→ Task item: From the data that follows, copy every line with the string "fingerprintOf".

→ Data records:

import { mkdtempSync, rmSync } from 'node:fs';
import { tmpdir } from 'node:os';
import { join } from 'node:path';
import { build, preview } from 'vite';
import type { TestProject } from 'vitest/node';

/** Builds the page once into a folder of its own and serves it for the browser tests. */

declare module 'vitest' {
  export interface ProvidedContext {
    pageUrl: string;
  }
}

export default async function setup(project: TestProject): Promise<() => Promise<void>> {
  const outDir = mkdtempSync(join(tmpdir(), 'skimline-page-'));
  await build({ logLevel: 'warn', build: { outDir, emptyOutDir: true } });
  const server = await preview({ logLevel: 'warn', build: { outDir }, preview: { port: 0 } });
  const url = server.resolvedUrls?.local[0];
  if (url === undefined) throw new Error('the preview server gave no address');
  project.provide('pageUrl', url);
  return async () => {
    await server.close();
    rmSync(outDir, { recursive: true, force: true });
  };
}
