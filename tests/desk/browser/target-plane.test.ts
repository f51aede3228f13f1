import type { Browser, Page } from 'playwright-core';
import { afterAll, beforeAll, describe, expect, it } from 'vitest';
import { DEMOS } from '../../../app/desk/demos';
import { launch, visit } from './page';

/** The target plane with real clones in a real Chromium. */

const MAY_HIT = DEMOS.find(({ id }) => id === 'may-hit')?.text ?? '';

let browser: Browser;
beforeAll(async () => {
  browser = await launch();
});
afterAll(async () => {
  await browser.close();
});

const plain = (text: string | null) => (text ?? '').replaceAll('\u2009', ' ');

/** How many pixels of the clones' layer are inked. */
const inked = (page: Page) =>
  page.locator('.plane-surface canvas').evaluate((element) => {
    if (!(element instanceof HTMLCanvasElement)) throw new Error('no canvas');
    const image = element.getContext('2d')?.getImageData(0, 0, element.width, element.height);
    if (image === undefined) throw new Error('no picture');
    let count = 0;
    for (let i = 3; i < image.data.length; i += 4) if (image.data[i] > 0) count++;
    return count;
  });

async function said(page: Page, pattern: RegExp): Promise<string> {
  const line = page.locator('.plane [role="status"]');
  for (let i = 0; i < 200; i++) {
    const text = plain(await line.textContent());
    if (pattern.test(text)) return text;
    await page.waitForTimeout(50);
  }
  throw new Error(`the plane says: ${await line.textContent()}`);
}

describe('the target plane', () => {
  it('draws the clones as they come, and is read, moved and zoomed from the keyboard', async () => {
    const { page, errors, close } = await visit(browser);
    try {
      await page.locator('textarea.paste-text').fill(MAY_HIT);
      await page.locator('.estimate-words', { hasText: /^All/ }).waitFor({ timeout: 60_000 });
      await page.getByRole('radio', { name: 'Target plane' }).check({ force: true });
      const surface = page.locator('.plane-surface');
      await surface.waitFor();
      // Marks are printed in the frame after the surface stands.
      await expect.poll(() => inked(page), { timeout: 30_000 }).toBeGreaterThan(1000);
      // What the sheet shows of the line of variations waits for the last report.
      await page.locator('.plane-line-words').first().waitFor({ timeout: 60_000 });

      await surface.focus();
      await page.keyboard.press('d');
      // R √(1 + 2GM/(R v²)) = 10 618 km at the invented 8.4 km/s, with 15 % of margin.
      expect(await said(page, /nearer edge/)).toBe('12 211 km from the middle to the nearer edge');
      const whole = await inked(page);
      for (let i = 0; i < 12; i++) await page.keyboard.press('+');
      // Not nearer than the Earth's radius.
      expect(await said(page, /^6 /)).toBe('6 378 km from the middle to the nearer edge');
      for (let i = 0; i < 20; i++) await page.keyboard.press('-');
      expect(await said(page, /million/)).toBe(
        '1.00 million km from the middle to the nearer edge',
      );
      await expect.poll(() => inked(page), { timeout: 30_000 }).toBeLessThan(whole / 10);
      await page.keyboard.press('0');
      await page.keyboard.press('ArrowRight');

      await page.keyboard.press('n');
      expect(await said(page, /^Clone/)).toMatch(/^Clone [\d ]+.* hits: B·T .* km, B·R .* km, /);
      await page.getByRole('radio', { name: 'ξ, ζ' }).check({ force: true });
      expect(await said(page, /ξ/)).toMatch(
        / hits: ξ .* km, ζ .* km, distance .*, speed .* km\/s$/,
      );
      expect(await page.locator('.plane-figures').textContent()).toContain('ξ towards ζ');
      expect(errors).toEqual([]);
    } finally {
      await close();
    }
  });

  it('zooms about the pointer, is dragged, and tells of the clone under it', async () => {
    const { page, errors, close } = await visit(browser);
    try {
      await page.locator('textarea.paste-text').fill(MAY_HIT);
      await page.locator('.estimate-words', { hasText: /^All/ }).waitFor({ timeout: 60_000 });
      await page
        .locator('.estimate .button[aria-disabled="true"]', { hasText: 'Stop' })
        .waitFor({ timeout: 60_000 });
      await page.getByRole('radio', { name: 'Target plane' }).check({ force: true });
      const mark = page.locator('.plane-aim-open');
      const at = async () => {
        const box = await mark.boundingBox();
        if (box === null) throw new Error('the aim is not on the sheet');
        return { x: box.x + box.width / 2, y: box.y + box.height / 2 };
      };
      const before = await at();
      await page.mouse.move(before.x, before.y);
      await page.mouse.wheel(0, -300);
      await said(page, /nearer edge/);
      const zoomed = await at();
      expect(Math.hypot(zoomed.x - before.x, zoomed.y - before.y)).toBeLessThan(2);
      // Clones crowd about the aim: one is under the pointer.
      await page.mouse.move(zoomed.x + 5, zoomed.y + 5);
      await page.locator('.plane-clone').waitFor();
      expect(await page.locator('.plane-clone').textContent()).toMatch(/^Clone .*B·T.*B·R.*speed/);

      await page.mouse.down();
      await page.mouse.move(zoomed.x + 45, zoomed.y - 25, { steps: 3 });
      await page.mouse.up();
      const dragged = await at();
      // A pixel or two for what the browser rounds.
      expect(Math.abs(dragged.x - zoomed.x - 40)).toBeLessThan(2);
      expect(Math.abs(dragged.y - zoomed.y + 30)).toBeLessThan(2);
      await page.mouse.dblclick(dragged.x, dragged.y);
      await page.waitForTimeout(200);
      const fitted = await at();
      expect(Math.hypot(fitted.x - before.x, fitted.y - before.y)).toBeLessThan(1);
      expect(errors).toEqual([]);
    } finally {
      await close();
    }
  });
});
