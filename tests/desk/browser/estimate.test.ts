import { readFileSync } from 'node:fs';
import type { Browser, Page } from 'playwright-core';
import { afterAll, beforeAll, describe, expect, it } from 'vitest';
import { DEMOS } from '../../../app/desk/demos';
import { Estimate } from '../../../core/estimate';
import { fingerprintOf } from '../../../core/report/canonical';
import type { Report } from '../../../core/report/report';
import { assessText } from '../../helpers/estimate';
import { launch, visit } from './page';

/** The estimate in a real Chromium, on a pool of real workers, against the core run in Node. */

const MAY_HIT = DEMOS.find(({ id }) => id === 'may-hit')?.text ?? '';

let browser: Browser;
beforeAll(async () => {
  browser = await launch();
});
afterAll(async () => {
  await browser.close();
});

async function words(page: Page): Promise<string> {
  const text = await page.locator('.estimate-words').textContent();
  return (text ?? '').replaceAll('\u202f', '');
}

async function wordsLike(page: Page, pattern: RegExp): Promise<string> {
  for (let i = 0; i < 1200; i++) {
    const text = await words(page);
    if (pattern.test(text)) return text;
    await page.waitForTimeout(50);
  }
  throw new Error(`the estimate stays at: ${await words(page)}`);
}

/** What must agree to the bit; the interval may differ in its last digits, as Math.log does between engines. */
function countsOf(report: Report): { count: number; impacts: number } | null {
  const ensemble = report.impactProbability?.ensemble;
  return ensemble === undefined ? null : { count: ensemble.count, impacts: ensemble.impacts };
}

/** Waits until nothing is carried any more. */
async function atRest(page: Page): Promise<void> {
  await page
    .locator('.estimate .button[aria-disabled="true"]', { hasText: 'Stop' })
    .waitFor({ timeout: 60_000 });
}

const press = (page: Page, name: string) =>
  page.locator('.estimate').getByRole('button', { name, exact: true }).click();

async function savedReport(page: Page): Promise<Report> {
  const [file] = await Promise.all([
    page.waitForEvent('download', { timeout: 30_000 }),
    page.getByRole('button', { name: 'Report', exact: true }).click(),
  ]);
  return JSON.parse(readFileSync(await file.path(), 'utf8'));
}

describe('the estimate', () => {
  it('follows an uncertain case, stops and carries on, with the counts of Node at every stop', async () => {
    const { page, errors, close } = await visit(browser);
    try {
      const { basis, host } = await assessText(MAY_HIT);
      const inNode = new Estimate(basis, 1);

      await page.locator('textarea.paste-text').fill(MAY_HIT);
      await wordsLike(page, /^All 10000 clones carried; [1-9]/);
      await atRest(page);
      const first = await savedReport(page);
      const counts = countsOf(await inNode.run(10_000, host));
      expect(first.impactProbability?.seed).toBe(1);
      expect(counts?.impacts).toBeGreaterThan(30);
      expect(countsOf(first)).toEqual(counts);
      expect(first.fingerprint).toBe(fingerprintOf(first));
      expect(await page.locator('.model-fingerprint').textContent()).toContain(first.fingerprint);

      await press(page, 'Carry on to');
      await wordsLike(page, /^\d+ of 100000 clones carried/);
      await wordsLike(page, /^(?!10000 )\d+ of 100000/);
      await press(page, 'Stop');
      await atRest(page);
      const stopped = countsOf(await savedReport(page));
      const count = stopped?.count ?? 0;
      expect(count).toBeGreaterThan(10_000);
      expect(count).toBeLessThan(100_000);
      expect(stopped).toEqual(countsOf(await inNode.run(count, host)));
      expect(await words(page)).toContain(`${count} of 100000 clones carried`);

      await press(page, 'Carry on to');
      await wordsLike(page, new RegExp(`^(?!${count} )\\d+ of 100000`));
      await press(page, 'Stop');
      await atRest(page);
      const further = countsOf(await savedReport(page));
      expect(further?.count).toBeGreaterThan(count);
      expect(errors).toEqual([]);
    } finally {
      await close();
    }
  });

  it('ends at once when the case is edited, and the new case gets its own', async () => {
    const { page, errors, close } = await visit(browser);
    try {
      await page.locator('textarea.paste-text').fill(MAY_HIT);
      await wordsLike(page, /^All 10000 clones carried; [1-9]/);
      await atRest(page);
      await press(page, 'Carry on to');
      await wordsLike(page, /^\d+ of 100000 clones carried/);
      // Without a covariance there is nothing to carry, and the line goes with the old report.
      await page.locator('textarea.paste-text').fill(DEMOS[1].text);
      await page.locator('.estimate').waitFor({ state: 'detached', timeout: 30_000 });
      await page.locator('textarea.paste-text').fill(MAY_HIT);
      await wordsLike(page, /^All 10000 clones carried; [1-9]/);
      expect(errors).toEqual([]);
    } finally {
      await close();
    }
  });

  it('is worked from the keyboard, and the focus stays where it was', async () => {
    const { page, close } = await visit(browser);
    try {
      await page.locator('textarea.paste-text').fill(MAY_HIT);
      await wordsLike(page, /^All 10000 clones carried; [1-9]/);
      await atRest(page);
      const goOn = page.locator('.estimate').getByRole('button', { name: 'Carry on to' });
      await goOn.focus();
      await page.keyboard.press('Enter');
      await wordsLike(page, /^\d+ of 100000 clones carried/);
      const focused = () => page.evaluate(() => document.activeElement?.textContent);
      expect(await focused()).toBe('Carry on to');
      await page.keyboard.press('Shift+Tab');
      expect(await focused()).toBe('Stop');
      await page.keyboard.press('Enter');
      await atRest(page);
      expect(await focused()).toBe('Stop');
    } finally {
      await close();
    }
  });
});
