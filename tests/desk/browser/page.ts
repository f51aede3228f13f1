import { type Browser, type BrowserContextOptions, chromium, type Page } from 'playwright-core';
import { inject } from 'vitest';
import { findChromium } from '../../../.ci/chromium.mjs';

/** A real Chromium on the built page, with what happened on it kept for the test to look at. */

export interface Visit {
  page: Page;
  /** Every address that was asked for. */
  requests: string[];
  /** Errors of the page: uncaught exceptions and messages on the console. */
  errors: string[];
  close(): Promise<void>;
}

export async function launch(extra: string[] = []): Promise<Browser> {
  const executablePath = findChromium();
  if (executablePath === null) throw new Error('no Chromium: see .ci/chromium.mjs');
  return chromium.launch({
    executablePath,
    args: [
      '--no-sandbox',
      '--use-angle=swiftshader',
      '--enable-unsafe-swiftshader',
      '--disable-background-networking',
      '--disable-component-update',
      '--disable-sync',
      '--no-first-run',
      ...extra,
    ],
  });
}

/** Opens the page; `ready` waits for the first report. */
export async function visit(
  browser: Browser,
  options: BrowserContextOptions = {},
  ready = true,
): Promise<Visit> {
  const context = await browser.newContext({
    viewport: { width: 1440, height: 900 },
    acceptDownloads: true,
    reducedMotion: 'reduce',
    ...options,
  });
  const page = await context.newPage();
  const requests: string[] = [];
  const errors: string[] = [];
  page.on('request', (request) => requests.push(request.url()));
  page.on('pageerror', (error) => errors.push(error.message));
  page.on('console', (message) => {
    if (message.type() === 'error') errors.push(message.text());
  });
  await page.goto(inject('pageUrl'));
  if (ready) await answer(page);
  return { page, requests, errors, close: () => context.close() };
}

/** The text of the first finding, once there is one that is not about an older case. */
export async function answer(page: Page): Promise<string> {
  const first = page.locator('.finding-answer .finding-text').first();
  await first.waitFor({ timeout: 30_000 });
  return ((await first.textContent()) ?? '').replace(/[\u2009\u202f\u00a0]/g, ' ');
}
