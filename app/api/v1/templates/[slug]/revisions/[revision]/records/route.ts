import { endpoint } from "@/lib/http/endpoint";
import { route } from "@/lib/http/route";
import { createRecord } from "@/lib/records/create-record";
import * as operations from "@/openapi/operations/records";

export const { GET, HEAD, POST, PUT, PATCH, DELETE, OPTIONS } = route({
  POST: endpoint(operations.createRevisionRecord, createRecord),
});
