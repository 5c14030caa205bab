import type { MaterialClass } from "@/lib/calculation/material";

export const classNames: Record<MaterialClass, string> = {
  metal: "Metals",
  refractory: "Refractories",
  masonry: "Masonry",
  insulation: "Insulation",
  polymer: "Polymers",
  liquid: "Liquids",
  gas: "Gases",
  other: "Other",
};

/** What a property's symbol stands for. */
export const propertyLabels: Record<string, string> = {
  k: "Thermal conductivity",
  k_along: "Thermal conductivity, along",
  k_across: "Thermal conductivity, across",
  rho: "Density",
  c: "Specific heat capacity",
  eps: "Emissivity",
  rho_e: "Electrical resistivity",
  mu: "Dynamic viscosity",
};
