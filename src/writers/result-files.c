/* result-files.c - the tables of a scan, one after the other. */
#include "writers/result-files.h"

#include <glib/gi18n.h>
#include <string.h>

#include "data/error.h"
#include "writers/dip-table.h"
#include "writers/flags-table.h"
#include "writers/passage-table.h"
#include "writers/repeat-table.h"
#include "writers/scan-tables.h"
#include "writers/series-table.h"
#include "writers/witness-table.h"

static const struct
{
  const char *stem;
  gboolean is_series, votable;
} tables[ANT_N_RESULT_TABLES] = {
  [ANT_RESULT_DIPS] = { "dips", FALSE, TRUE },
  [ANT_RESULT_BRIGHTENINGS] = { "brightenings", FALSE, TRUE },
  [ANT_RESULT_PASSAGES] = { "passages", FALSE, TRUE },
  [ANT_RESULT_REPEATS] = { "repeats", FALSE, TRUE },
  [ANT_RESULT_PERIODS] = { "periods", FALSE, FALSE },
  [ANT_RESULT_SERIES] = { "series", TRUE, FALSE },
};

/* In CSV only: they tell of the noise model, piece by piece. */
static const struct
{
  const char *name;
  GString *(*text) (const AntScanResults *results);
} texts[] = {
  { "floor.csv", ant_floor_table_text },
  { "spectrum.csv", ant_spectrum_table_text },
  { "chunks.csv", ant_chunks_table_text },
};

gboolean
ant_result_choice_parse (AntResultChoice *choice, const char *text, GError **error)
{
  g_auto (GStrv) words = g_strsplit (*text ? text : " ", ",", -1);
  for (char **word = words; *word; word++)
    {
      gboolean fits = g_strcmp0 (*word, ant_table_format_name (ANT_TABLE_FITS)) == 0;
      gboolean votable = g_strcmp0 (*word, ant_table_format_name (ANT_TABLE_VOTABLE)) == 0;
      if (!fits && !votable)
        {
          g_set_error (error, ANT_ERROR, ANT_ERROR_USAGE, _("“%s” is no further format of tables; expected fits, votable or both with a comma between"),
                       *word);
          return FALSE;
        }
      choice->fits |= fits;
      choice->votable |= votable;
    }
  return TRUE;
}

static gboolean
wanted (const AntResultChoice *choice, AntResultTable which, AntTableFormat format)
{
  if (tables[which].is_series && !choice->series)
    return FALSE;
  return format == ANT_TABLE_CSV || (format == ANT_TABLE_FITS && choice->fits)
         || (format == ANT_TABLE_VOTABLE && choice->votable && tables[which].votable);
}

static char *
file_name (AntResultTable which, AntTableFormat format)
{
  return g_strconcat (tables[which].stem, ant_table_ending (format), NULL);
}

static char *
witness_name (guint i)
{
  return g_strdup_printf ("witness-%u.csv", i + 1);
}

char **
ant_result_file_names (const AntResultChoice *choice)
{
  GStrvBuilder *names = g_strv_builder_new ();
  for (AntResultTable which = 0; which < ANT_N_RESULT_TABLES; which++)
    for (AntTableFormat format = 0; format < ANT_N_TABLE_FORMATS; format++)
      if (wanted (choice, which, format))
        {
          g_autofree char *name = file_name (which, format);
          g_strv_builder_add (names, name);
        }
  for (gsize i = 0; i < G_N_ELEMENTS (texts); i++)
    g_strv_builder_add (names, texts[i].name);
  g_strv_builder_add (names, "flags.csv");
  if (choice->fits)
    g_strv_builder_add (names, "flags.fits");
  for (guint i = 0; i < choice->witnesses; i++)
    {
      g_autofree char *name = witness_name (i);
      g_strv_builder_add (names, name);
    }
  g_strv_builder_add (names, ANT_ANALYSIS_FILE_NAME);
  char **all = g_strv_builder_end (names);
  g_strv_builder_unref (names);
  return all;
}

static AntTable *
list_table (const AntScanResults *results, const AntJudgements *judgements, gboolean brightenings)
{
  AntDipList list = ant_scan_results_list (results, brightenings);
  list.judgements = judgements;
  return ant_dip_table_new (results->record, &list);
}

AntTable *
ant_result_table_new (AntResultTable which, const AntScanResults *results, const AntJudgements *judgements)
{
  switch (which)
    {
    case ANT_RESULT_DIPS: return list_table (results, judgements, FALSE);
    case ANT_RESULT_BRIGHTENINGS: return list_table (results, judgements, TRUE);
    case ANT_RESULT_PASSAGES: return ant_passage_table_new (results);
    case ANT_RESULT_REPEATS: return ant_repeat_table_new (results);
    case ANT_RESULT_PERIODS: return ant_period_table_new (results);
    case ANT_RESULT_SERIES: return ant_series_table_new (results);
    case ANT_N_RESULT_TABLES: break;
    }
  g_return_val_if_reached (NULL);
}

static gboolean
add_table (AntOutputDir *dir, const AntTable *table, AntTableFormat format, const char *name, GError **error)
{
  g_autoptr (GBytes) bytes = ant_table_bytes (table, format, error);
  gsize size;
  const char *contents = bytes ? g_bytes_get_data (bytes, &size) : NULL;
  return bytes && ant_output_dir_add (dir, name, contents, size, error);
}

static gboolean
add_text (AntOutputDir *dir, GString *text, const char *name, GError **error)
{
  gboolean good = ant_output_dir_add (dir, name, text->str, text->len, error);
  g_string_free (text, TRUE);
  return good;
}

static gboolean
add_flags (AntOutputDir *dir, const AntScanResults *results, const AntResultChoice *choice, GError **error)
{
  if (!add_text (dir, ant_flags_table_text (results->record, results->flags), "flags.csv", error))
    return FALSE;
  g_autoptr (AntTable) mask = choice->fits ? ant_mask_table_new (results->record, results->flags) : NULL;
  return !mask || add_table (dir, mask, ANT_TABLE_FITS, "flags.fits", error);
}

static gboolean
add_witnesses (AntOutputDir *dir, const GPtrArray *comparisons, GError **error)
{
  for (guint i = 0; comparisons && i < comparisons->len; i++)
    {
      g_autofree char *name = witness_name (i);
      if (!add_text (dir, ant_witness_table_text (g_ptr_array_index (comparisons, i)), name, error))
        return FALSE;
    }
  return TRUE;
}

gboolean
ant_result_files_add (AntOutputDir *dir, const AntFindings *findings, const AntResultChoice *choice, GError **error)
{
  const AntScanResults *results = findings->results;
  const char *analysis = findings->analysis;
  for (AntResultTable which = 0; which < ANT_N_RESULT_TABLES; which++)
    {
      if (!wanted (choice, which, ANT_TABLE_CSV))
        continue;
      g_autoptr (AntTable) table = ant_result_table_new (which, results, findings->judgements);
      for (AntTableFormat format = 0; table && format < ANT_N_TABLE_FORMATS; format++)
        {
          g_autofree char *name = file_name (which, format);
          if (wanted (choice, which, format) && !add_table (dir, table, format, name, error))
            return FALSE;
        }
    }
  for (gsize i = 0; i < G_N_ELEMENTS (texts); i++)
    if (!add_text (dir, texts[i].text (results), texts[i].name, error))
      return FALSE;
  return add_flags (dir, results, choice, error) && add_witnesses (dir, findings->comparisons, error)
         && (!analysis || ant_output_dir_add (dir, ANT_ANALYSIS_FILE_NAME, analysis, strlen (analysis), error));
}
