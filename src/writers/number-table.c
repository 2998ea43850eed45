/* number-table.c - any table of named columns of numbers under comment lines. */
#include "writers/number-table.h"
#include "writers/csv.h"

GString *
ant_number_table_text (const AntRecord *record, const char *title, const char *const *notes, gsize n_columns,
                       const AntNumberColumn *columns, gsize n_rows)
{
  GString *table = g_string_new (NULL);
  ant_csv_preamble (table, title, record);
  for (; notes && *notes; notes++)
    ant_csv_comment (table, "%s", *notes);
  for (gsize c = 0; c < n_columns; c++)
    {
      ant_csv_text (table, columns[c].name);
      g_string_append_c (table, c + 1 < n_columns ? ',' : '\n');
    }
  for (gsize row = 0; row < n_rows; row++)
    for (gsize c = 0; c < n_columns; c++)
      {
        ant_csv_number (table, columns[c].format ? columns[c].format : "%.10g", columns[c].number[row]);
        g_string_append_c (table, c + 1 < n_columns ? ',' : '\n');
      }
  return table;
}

→ Response box:
import { fingerprintOf } from '../../../core/report/canonical';
      expect(first.fingerprint).toBe(fingerprintOf(first));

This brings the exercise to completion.